Thursday, January 26, 2023

My latest column: “Ganswein’s New Book On Benedict XVI”

 January 19, 2023

By FR. KEVIN M. CUSICK

Benedict XVI, man of great intellect and learning that he was, lived the radical truth that faith, the direct graced contact with God, must be the starting point for all theological inquiry. Dating back to Augustine and Anselm of Canterbury (c. †1033-1109), the phrase “faith seeking understanding” is first mentioned by the latter in his Proslogion. It was this conviction which set up the great conflict with modernist and heretical forces within the Church.

Just as the physical came from the spiritual in Creation, and God existed before all He has made, so we must proceed in all inquiry beginning with God. Perceived and grasped through graced belief, an abiding trust in all His words and actions, is the starting point for all rational questioning and exploration of any matters relating to the Divine.

I have been parsing an advance copy in rough English translation of the new book by Archbishop Georg Ganswein, Nothing But the Truth. In the first chapter of the book Ganswein brings up this matter of theological method in connection with the elevation of the great theologian Ratzinger by Paul VI to the cardinalate, along with three others. He quotes the words of the Pope at the event:

“In his speech for the occasion, Paul VI explained that the main endowment of the newly ordained cardinals was ‘the absolute fidelity that has been lived by them, in this postconciliar period rich in healthy ferments but also in disruptive elements, in a continuous availability in a diuturnal service, in a total dedication to Christ, to the Church, to the Pope, without flexing, without wavering,’ specifying for Ratzinger that his ‘high theological teaching in prestigious university chairs in Germany and in numerous valuable publications made us see how theological research — in the high road of “fides quaerens intellectum” — cannot and must never be separated from the profound, free, creative adherence to the Magisterium that authentically interprets and proclaims the Word of God’.”

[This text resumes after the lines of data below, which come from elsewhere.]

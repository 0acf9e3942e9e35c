/** Shared test helpers for the engine tests. */
import { simulate, type Netlist, type SimResult, type TranResult, type AcResult, type OpResult, type DcSweepResult } from "@/lib/sim";

export function runTran(n: Netlist): TranResult {
  const r: SimResult = simulate(n);
  if (r.kind !== "tran") throw new Error(`expected tran, got ${r.kind}`);
  return r;
}
export function runAc(n: Netlist): AcResult {
  const r = simulate(n);
  if (r.kind !== "ac") throw new Error(`expected ac, got ${r.kind}`);
  return r;
}
export function runOp(n: Netlist): OpResult {
  const r = simulate(n);
  if (r.kind !== "op") throw new Error(`expected op, got ${r.kind}`);
  return r;
}
export function runSweep(n: Netlist): DcSweepResult {
  const r = simulate(n);
  if (r.kind !== "dcsweep") throw new Error(`expected dcsweep, got ${r.kind}`);
  return r;
}

/** Value of a column at an exact time point of the result (the time must be one of the accepted points). */
export function at(r: TranResult, col: Float64Array, t: number): number {
  let best = 0;
  for (let i = 1; i < r.time.length; i++) if (Math.abs(r.time[i] - t) < Math.abs(r.time[best] - t)) best = i;
  if (Math.abs(r.time[best] - t) > 1e-15 * Math.max(1, t) + 1e-18) throw new Error(`time ${t} is not an accepted point (nearest ${r.time[best]})`);
  return col[best];
}

/**
 * A zero-valued PWL source on its own node whose corners force the transient to land exactly on the given times
 * (breakpoints), so closed forms can be compared at those instants without interpolation.
 */
export function markers(times: number[]): Netlist["elements"] {
  return [
    { kind: "vsource", name: "Vmark", nodes: ["mark", "0"], wave: { shape: "piecewise", points: times.map((t) => [t, 0] as [number, number]) } },
    { kind: "resistor", name: "Rmark", nodes: ["mark", "0"], value: 1 },
  ];
}

/** Thermal voltage kT/q at 300 K with the 2019 SI constants (docs/references.md §1.2: 25.852000 mV). */
export const VT300 = (1.380649e-23 * 300) / 1.602176634e-19;
/** °C for 300 K */
export const T300C = 300 - 273.15;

As a sign of confidence in his gifts, Paul VI in 1975 had already invited Ratzinger to preach the spiritual exercises in the Vatican. However, with his typical humility, Ratzinger declined. Ganswein quotes him, “I did not feel confident enough in either my Italian or my French to prepare and dare such an adventure, and so I had said no.”

Ratzinger always found the faith and truth together and never wavered from that conviction of trust in the Lord. His episcopal motto chosen, after his March 25, 1977 appointment at 49 as archbishop of Munich and Freising, makes this evident. Again, from Ganswein: “When it came to choosing the motto for the episcopal coat of arms, there was a significant development, with the choice of verse 8 of the third letter of St. John: ‘Collaborators of the truth’ (Cooperatores veritatis). In his autobiography, he motivated it as a desire to ‘represent the continuity between my previous task and the new assignment: even with all the differences, it was and always is about the same thing, to follow the truth, to place oneself at its service. And since in today’s world the topic ‘truth’ has almost disappeared, because it seems too big for man, and yet everything collapses, if there is no truth, this episcopal motto seemed to me the most in line with our time, the most modern, in the good sense of the word’.”